Milestone: My First Mean Comment

I can’t believe it took me almost two and a half years of posting on this blog, but it finally happened. I got my first insulting comment!

This little gift was left for me on an older post, The Nice Guys of OKCupid!

It was actually in reply to another comment I had replied to, in which a 22 year-old dude told me I was wrong and he was offended…

OH, WAIT! MILESTONE TWO!

My first offended reader!!!!

The comment from the offended reader was just way too long to post here, but the gist of it was, “you’re wrong about your thoughts and feelings and the thoughts and feelings of other women your age, Certified Vagina Owner. As a 22 year-old dude with a lot of life experience, you can just defer to me and my opinions since your brain is made up of a hollow, dark chocolate Easter bunny filled with Midol pills.”

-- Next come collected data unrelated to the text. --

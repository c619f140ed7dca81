"""Verdicts against limits: pass, fail, or undecided where the uncertainty reaches over the limit."""

from __future__ import annotations

import math
from collections.abc import Sequence

import numpy as np
from scipy import stats

from darkedge.analysis.captures import Kind
from darkedge.analysis.columns import ALL_QUANTITIES, CONDITIONS
from darkedge.analysis.decide.results import DeviceVerdict, Limit, Limits, LimitVerdict, Rule, Screening, Verdict
from darkedge.analysis.errors import LimitError
from darkedge.analysis.lot.verdict import lot_verdicts
from darkedge.analysis.measurement import Estimate, Measurement
from darkedge.analysis.quantities import format_quantity, unit_of
from darkedge.analysis.uncertainty import coverage_factor

_BOUND_CONFIDENCE = 0.95
Where = tuple[str | None, str | None, int | None]


def conformity_probability(estimate: Estimate, limit: Limit) -> float | None:
    """Probability that the true value lies within the limit; `None` where only a bound is known.

    The measured quantity is taken as normal about its estimate with its standard uncertainty.

    References
    ----------
    JCGM 106:2012, 7.2 to 7.4: conformity with one-sided and two-sided tolerance intervals.
    """
    if estimate.value is None or estimate.u is None:
        return None
    if estimate.u == 0.0:
        return float(_inside(estimate.value, limit))
    below = 1.0 if limit.upper is None else float(stats.norm.cdf((limit.upper - estimate.value) / estimate.u))
    under = 0.0 if limit.lower is None else float(stats.norm.cdf((limit.lower - estimate.value) / estimate.u))
    return max(0.0, below - under)


def judge(estimate: Estimate, limit: Limit, *, rule: Rule, confidence: float) -> Verdict:
    """Hold one estimate against one limit.

    Simple: by the value alone. Guarded: pass where the probability of conforming is at least `confidence`, fail where that of not
    conforming is, else undecided. A bound alone decides only where it clears the limit, at 95 % confidence.

    References
    ----------
    JCGM 106:2012, 8.2 (simple acceptance) and 8.3 (guard bands); ISO 14253-1 (both sides proven).
    """
    probability = conformity_probability(estimate, limit)
    if probability is None:
        return _by_bound(estimate, limit, confidence)
    assert estimate.value is not None
    if rule is Rule.SIMPLE:
        return Verdict.PASS if _inside(estimate.value, limit) else Verdict.FAIL
    if probability >= confidence:
        return Verdict.PASS
    return Verdict.FAIL if 1 - probability >= confidence else Verdict.UNDECIDED


def screen(measurements: Sequence[Measurement], limits: Limits) -> Screening:
    """Hold every device and element against every limit.

    A limit applies to the rows whose conditions are those under `when`: numbers within `tolerance_ratio`, words equal; a row that
    lacks the condition does not match. Rows that match and agree in all other conditions are repeats: their mean
    is judged, with the larger of their uncertainty and that of their scatter. Rows that differ in conditions which the limit leaves open
    are judged each, and the worst counts. No matching row leaves the limit undecided, in words.

    Raises
    ------
    LimitError
        A limit on something that is no quantity of the measurement table, or without a bound.
    """
    for limit in limits.limits:
        if limit.quantity not in ALL_QUANTITIES or (limit.lower is None and limit.upper is None):
            raise LimitError("not a limit on a quantity", found=limit.quantity)
    devices = [_device_verdict(where, rows, limits) for where, rows in _devices(measurements).items()]
    if not devices:
        raise LimitError("no device was measured", wanted="captures of at least one device", mend="check the path")
    lots = lot_verdicts(devices)
    refused = any("refused" in m.flags for m in measurements)
    verdict = Verdict.worst([lot.verdict for lot in lots] + ([Verdict.UNDECIDED] if refused else []))
    return Screening(devices=tuple(devices), lots=lots, verdict=verdict, rule=limits.rule, confidence=limits.confidence)


def _inside(value: float, limit: Limit) -> bool:
    return (limit.lower is None or value >= limit.lower) and (limit.upper is None or value <= limit.upper)


def _by_bound(estimate: Estimate, limit: Limit, confidence: float) -> Verdict:
    low = -math.inf if estimate.lo95 is None else estimate.lo95
    high = math.inf if estimate.hi95 is None else estimate.hi95
    if (limit.upper is not None and low > limit.upper) or (limit.lower is not None and high < limit.lower):
        return Verdict.FAIL if confidence <= _BOUND_CONFIDENCE else Verdict.UNDECIDED
    clears_upper = limit.upper is None or high <= limit.upper
    clears_lower = limit.lower is None or low >= limit.lower
    if clears_upper and clears_lower and confidence <= _BOUND_CONFIDENCE:
        return Verdict.PASS
    return Verdict.UNDECIDED


def _devices(measurements: Sequence[Measurement]) -> dict[Where, list[Measurement]]:
    groups: dict[Where, list[Measurement]] = {}
    for row in measurements:
        if "refused" in row.flags:
            continue
        groups.setdefault((row.conditions.lot, row.conditions.device, row.element), []).append(row)
    return groups


def _device_verdict(where: Where, rows: Sequence[Measurement], limits: Limits) -> DeviceVerdict:
    held = tuple(_limit_verdict(rows, limit, limits) for limit in limits.limits)
    return DeviceVerdict(
        lot=where[0],
        device=where[1],
        element=where[2],
        verdict=Verdict.worst([v.verdict for v in held]),
        limits=held,
    )


def _limit_verdict(rows: Sequence[Measurement], limit: Limit, limits: Limits) -> LimitVerdict:
    wanted = Kind.DARK if limit.quantity == "dark_current_A" else None
    kinds = (Kind.DARK,) if wanted else (Kind.PULSE, None)
    matching = [row for row in rows if row.conditions.kind in kinds and _matches(row, limit)]
    if not matching:
        return LimitVerdict(
            limit=limit, verdict=Verdict.UNDECIDED, estimate=None, probability_conforming=None,
            reason=_nothing_measured(limit, "dark trace" if wanted else "pulse capture"),
        )  # fmt: skip
    each = [_judge_repeats(repeats, limit, limits) for repeats in _repeats(matching)]
    order = {Verdict.FAIL: 0, Verdict.UNDECIDED: 1, Verdict.PASS: 2}
    return min(
        each, key=lambda v: (order[v.verdict], 1.0 if v.probability_conforming is None else v.probability_conforming)
    )


def _judge_repeats(repeats: Sequence[Measurement], limit: Limit, limits: Limits) -> LimitVerdict:
    captures = tuple(row.capture for row in repeats)
    estimate = _mean(repeats, limit.quantity)
    if estimate is None:
        flags = sorted({flag for row in repeats for flag in row.flags})
        reason = f"not measured: {', '.join(flags)}" if flags else "the capture does not show this quantity"
        return LimitVerdict(
            limit=limit, verdict=Verdict.UNDECIDED, estimate=None, probability_conforming=None, captures=captures,
            reason=reason,
        )  # fmt: skip
    verdict = judge(estimate, limit, rule=limits.rule, confidence=limits.confidence)
    probability = conformity_probability(estimate, limit)
    return LimitVerdict(
        limit=limit, verdict=verdict, estimate=estimate, probability_conforming=probability, captures=captures,
        reason=_reason(verdict, estimate, probability, limit, limits),
    )  # fmt: skip


def _matches(row: Measurement, limit: Limit) -> bool:
    driven = row.conditions.driven_element
    if driven is not None and driven != row.element and "driven_element" not in limit.when:
        return False  # crosstalk: another element was driven
    for key, wanted in limit.when.items():
        found = row.element if key == "element" else getattr(row.conditions, key, None)
        if found is None:
            return False
        if isinstance(wanted, str):
            if str(found) != wanted:
                return False
        elif abs(float(found) - wanted) > limit.tolerance_ratio * abs(wanted) + 1e-12 * abs(wanted):
            return False
    return True


def _repeats(rows: Sequence[Measurement]) -> list[list[Measurement]]:
    """Rows grouped by all conditions that the bench sets; the temperature is not set, and varies a little."""
    groups: dict[tuple[object, ...], list[Measurement]] = {}
    settings = [name for name in CONDITIONS if name != "temperature_degC"]
    for row in rows:
        key = tuple(getattr(row.conditions, name) for name in settings)
        groups.setdefault((*key, row.conditions.driven_element), []).append(row)
    return list(groups.values())


def _mean(rows: Sequence[Measurement], quantity: str) -> Estimate | None:
    """Mean of repeats; a bound where one of them is a bound; `None` where one of them has nothing."""
    found = [row.quantities.get(quantity) for row in rows]
    present = [estimate for estimate in found if estimate is not None]
    if len(present) < len(found):
        return None
    values = [(e.value, e.u) for e in present if e.value is not None and e.u is not None]
    if len(values) < len(present):
        return _joint_bound(present)
    numbers, us = np.array([v for v, _ in values]), np.array([u for _, u in values])
    scatter = 0.0
    if len(numbers) > 1:
        # Few repeats tell the scatter badly: widened so that the normal 95 % interval is as wide as Student's.
        widening = coverage_factor(0.95, len(numbers) - 1) / coverage_factor(0.95, math.inf)
        scatter = widening * float(np.std(numbers, ddof=1)) / math.sqrt(len(numbers))
    return Estimate(value=float(numbers.mean()), u=max(float(us.mean()), scatter))


def _joint_bound(estimates: Sequence[Estimate]) -> Estimate | None:
    """The widest of bounds, each value counted with two-sided 95 %."""
    highs = [e.hi95 if e.value is None or e.u is None else e.value + 1.96 * e.u for e in estimates]
    lows = [e.lo95 if e.value is None or e.u is None else e.value - 1.96 * e.u for e in estimates]
    high = None if None in highs else max(h for h in highs if h is not None)
    low = None if None in lows else min(x for x in lows if x is not None)
    return None if high is None and low is None else Estimate(hi95=high, lo95=low)


def _nothing_measured(limit: Limit, what: str) -> str:
    when = ", ".join(
        f"{key} = {value if isinstance(value, str) else format_quantity(value, unit_of(key).symbol)}"
        for key, value in limit.when.items()
    )
    return f"no {what}" + (f" at {when}" if when else "")


def _reason(verdict: Verdict, estimate: Estimate, probability: float | None, limit: Limit, limits: Limits) -> str:
    if verdict is Verdict.PASS:
        return ""
    if probability is None:
        return "only a bound is known, and it does not clear the limit"
    if verdict is Verdict.UNDECIDED:
        return (
            f"the uncertainty reaches over the limit: conforms with {100 * probability:.1f} %, "
            f"wanted {100 * limits.confidence:g} %"
        )
    assert estimate.value is not None
    above = limit.upper is not None and estimate.value > limit.upper
    bound = limit.upper if above else limit.lower
    assert bound is not None
    share = f" ({100 * abs(estimate.value / bound - 1):.0f} %)" if bound else ""
    gap = format_quantity(abs(estimate.value - bound), unit_of(limit.quantity).symbol)
    return f"{'above' if above else 'below'} the limit by {gap}{share}"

I mean, in his original argument, he was saying that he’s a nice guy but girls don’t like him, and girls only like assholes, which makes me think that he didn’t even really read the post (maybe because he just couldn’t get over the shock that my dad or brother let me use his computer. It’s a miracle my cup of tea didn’t slip through my delicate lady hands and spill all over the keyboard) because I kind of addressed that myth directly. Not eloquently or intelligently, but I did address it.

In my reply to this kid, I kind of just said, “shut up, 22 year old boy,” and referred him to another article that might help clarify my point. Because I’m just trying to open hearts and minds here, people.

Okay, then came the mean comment (from a different guy):

Screen shot 2013-06-26 at 9.34.58 AMFirst of all, thank you for calling my assertions “hilarious,” but what is questionable about Tom Hanks being nice? Scientists have been studying him for years and they came up with that conclusion, not me. Secondly, why do I have to choose between being mentally deficient OR trying to get attention? And I thought that by having a blog it was just implied that I am looking for attention?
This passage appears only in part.